● **Your assignment**
The expected answer is the set of lines in the data below between the line holding "if (!(weight >" and the line holding "if (points.length <", inclusive, written out exactly.

(Dataset entries)
/**
 * Lennard-Jones 12-6 parameters (ε/k_B in K, σ in Å) fitted to any mix of property datasets by weighted
 * nonlinear least squares (least-squares.ts): χ² = Σ [w_d (model_i − measured_i)/u_i]², where w_d is the
 * dataset weight. Property models come from the registry in property-models.ts.
 * Starting values are automatic unless given (lj-starting-values.ts); a few seeded, perturbed restarts guard
 * against a local minimum, and the lowest χ² wins.
 */
import { jointConfidenceEllipse } from './ellipse';
import { LeastSquaresInputError, weightedLeastSquares, type Convergence, type CovarianceScaling, type LeastSquaresResult, type WeightedResidualProblem } from './least-squares';
import { estimateLjStart, type LjBounds, type StartPoint } from './lj-starting-values';
import { PROPERTY_MODELS, isFitKind, type FitKind, type PropertyContext } from './property-models';
import { gaussianGenerator, mulberry32 } from './random';

export type { FitKind } from './property-models';
export type { LjBounds } from './lj-starting-values';

export interface FitRow {
  temperatureK: number;
  /** MPa; required for 'density'. */
  pressureMPa?: number;
  /** cm3/mol for 'b2', µPa·s for 'viscosity'. */
  value: number;
  /** Standard uncertainty, same unit as value. */
  uncertainty: number;
}

export interface FitDataset {
  id: string | number;
  version?: number;
  kind: FitKind;
  /** Multiplies 1/u for every row of the dataset (default 1). */
  weight?: number;
  label?: string;
  rows: FitRow[];
}

export interface LjFitOptions {
  /** Needed for viscosity and for the quantum correction to B2. */
  molarMassGPerMol?: number;
  /** First-order Wigner–Kirkwood correction to B2 (needs molarMassGPerMol). */
  quantumCorrection?: boolean;
  start?: { epsilonK: number; sigmaAngstrom: number };
  bounds?: LjBounds;
  /** Extra fits from perturbed starts (default 2). */
  restarts?: number;
  /** Levenberg–Marquardt iterations per fit (default 200). */
  maxIterations?: number;
}

export interface LjResidual {
  /** Position of the dataset in the input array. */
  datasetIndex: number;
  datasetId: string | number;
  kind: FitKind;
  temperatureK: number;
  /** For state points given in T and P (densities). */
  pressureMPa?: number;
  measured: number;
  uncertainty: number;
  predicted: number;
  /** Weighted residual weight·(predicted − measured)/u; χ² is the sum of their squares. */
  residual: number;
  /** 100·(predicted − measured)/measured; null when measured is 0. */
  relativeDeviationPercent: number | null;
}

export interface LjDatasetSummary {
  datasetId: string | number;
  kind: FitKind;
  points: number;
  /** Root-mean-square of predicted − measured, in the dataset's unit. */
  rms: number;
  /** Mean |predicted − measured|/|measured| in percent (points with measured = 0 left out); null if none remain. */
  aadPercent: number | null;
  chi2: number;
}

export interface LjFitResult {
  status: 'succeeded' | 'failed';
  failureReason?: string;
  epsilonK: number;
  sigmaAngstrom: number;
  stdErr: { epsilonK: number | null; sigmaAngstrom: number | null };
  correlation: number | null;
  chi2: number;
  dof: number;
  reducedChi2: number | null;
  /** [[εε, εσ], [σε, σσ]], the covariance the standard errors use (see covarianceScaling). */
  covariance: number[][] | null;
  /** (JᵀWJ)⁻¹ before scaling. */
  covarianceUnscaled: number[][] | null;
  covarianceScaling: CovarianceScaling;
  iterations: number;
  convergence: Convergence;
  warnings: string[];
  hitBounds: string[];
  start: { epsilonK: number; sigmaAngstrom: number; method: string };
  bounds: LjBounds;
  residuals: LjResidual[];
  perDataset: LjDatasetSummary[];
  ellipse95: { points: Array<{ epsilonK: number; sigmaAngstrom: number }>; method: string; description: string } | null;
  restartsTried: number;
  quantumCorrection: boolean;
}

export type LjFitInputErrorCode =
  | 'no-data'
  | 'unknown-kind'
  | 'missing-molar-mass'
  | 'bad-uncertainty'
  | 'bad-value'
  | 'bad-weight'
  | 'too-few-points'
  | 'bad-option';

/** Invalid input to fitLennardJones; `code` names the problem for callers (API error codes, UI messages). */
export class LjFitInputError extends Error {
  constructor(
    readonly code: LjFitInputErrorCode,
    message: string,
  ) {
    super(message);
    this.name = 'LjFitInputError';
  }
}

/** Bounds used when none are given: wide enough for helium (ε/k ≈ 10 K) to large organic molecules. */
export const DEFAULT_LJ_BOUNDS: LjBounds = { epsilonK: [1, 5000], sigmaAngstrom: [1, 15] };
const DEFAULT_RESTARTS = 2;
/** Seed of the restart perturbations: fixed so that a fit is reproducible. */
const RESTART_SEED = 20240611;
const PARAMETER_NAMES = ['epsilonK', 'sigmaAngstrom'] as const;

interface FlatPoint {
  datasetIndex: number;
  datasetId: string | number;
  kind: FitKind;
  temperatureK: number;
  pressureMPa?: number;
  value: number;
  uncertainty: number;
  weight: number;
}

function validate(datasets: readonly FitDataset[], options: LjFitOptions): { points: FlatPoint[]; bounds: LjBounds; context: PropertyContext } {
  if (!datasets || datasets.length === 0) throw new LjFitInputError('no-data', 'no datasets to fit');
  const points: FlatPoint[] = [];
  datasets.forEach((dataset, datasetIndex) => {
    const name = `dataset ${String(dataset.id)}`;
    if (!isFitKind(dataset.kind)) {
      throw new LjFitInputError('unknown-kind', `${name}: unknown kind "${String(dataset.kind)}"; expected one of ${Object.keys(PROPERTY_MODELS).join(', ')}`);
    }
    const model = PROPERTY_MODELS[dataset.kind];
    if (model.needsMolarMass && options.molarMassGPerMol === undefined) {
      throw new LjFitInputError('missing-molar-mass', `${name}: fitting the ${model.label} needs the molar mass (molarMassGPerMol)`);
    }
    const weight = dataset.weight ?? 1;
    if (!(weight > 0) || !Number.isFinite(weight)) throw new LjFitInputError('bad-weight', `${name}: weight must be a positive finite number, got ${weight}`);
    dataset.rows.forEach((row, i) => {
      if (!(row.temperatureK > 0) || !Number.isFinite(row.temperatureK)) {
        throw new LjFitInputError('bad-value', `${name}, row ${i + 1}: temperatureK must be a positive finite number, got ${row.temperatureK}`);
      }
      if (!Number.isFinite(row.value)) throw new LjFitInputError('bad-value', `${name}, row ${i + 1}: value must be a finite number, got ${row.value}`);
      if (!(row.uncertainty > 0) || !Number.isFinite(row.uncertainty)) {
        throw new LjFitInputError('bad-uncertainty', `${name}, row ${i + 1}: uncertainty must be a positive finite number, got ${row.uncertainty}`);
      }
      if (model.needsPressure && !(Number(row.pressureMPa) > 0)) {
        throw new LjFitInputError('bad-value', `${name}, row ${i + 1}: the ${model.label} needs a positive pressureMPa, got ${row.pressureMPa}`);
      }
      points.push({ datasetIndex, datasetId: dataset.id, kind: dataset.kind, temperatureK: row.temperatureK, ...(row.pressureMPa !== undefined ? { pressureMPa: row.pressureMPa } : {}), value: row.value, uncertainty: row.uncertainty, weight });
    });
  });
  if (points.length < PARAMETER_NAMES.length) {
    throw new LjFitInputError('too-few-points', `too few points: ${points.length} point(s) for 2 parameters (epsilonK, sigmaAngstrom); need at least 2, and at least 3 for standard errors`);
  }
  const molar = options.molarMassGPerMol;
  if (molar !== undefined && (!(molar > 0) || !Number.isFinite(molar))) {
    throw new LjFitInputError('bad-option', `molarMassGPerMol must be a positive finite number, got ${molar}`);
  }
  if (options.quantumCorrection && molar === undefined) {
    throw new LjFitInputError('missing-molar-mass', 'the quantum correction to B2 needs the molar mass (molarMassGPerMol)');
  }
  const bounds = options.bounds ?? DEFAULT_LJ_BOUNDS;
  for (const name of PARAMETER_NAMES) {
    const [lo, hi] = bounds[name];
    if (!(lo > 0) || !(hi > lo) || !Number.isFinite(hi)) throw new LjFitInputError('bad-option', `bounds.${name} must satisfy 0 < lower < upper < ∞, got [${lo}, ${hi}]`);
  }
  if (options.start) {
    for (const name of PARAMETER_NAMES) {
      const v = options.start[name];
      if (!(v > 0) || !Number.isFinite(v)) throw new LjFitInputError('bad-option', `start.${name} must be a positive finite number, got ${v}`);
    }
  }
  const restarts = options.restarts ?? DEFAULT_RESTARTS;
  if (!Number.isInteger(restarts) || restarts < 0) throw new LjFitInputError('bad-option', `restarts must be a non-negative integer, got ${restarts}`);
  return { points, bounds, context: { molarMassGPerMol: molar, quantumCorrection: options.quantumCorrection ?? false } };
}

const modelPoint = (p: { temperatureK: number; pressureMPa?: number; value: number }) => ({ temperatureK: p.temperatureK, pressureMPa: p.pressureMPa, measured: p.value });

function problemFor(points: readonly FlatPoint[], context: PropertyContext): WeightedResidualProblem {
  return {
    parameterNames: PARAMETER_NAMES,
    pointCount: points.length,
    evaluate([epsilonK, sigmaAngstrom]) {
      const residuals = new Array<number>(points.length);
      const jacobian: number[][] = [];
      points.forEach((point, i) => {
        const prediction = PROPERTY_MODELS[point.kind].evaluate(modelPoint(point), epsilonK, sigmaAngstrom, context);
        const scale = point.weight / point.uncertainty;
        residuals[i] = (prediction.value - point.value) * scale;
        jacobian.push([prediction.dEpsilonK * scale, prediction.dSigmaAngstrom * scale]);
      });
      return { residuals, jacobian };
    },
  };
}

● **Task answer**
    if (!(weight > 0) || !Number.isFinite(weight)) throw new LjFitInputError('bad-weight', `${name}: weight must be a positive finite number, got ${weight}`);
    dataset.rows.forEach((row, i) => {
      if (!(row.temperatureK > 0) || !Number.isFinite(row.temperatureK)) {
        throw new LjFitInputError('bad-value', `${name}, row ${i + 1}: temperatureK must be a positive finite number, got ${row.temperatureK}`);
      }
      if (!Number.isFinite(row.value)) throw new LjFitInputError('bad-value', `${name}, row ${i + 1}: value must be a finite number, got ${row.value}`);
      if (!(row.uncertainty > 0) || !Number.isFinite(row.uncertainty)) {
        throw new LjFitInputError('bad-uncertainty', `${name}, row ${i + 1}: uncertainty must be a positive finite number, got ${row.uncertainty}`);
      }
      if (model.needsPressure && !(Number(row.pressureMPa) > 0)) {
        throw new LjFitInputError('bad-value', `${name}, row ${i + 1}: the ${model.label} needs a positive pressureMPa, got ${row.pressureMPa}`);
      }
      points.push({ datasetIndex, datasetId: dataset.id, kind: dataset.kind, temperatureK: row.temperatureK, ...(row.pressureMPa !== undefined ? { pressureMPa: row.pressureMPa } : {}), value: row.value, uncertainty: row.uncertainty, weight });
    });
  });
  if (points.length < PARAMETER_NAMES.length) {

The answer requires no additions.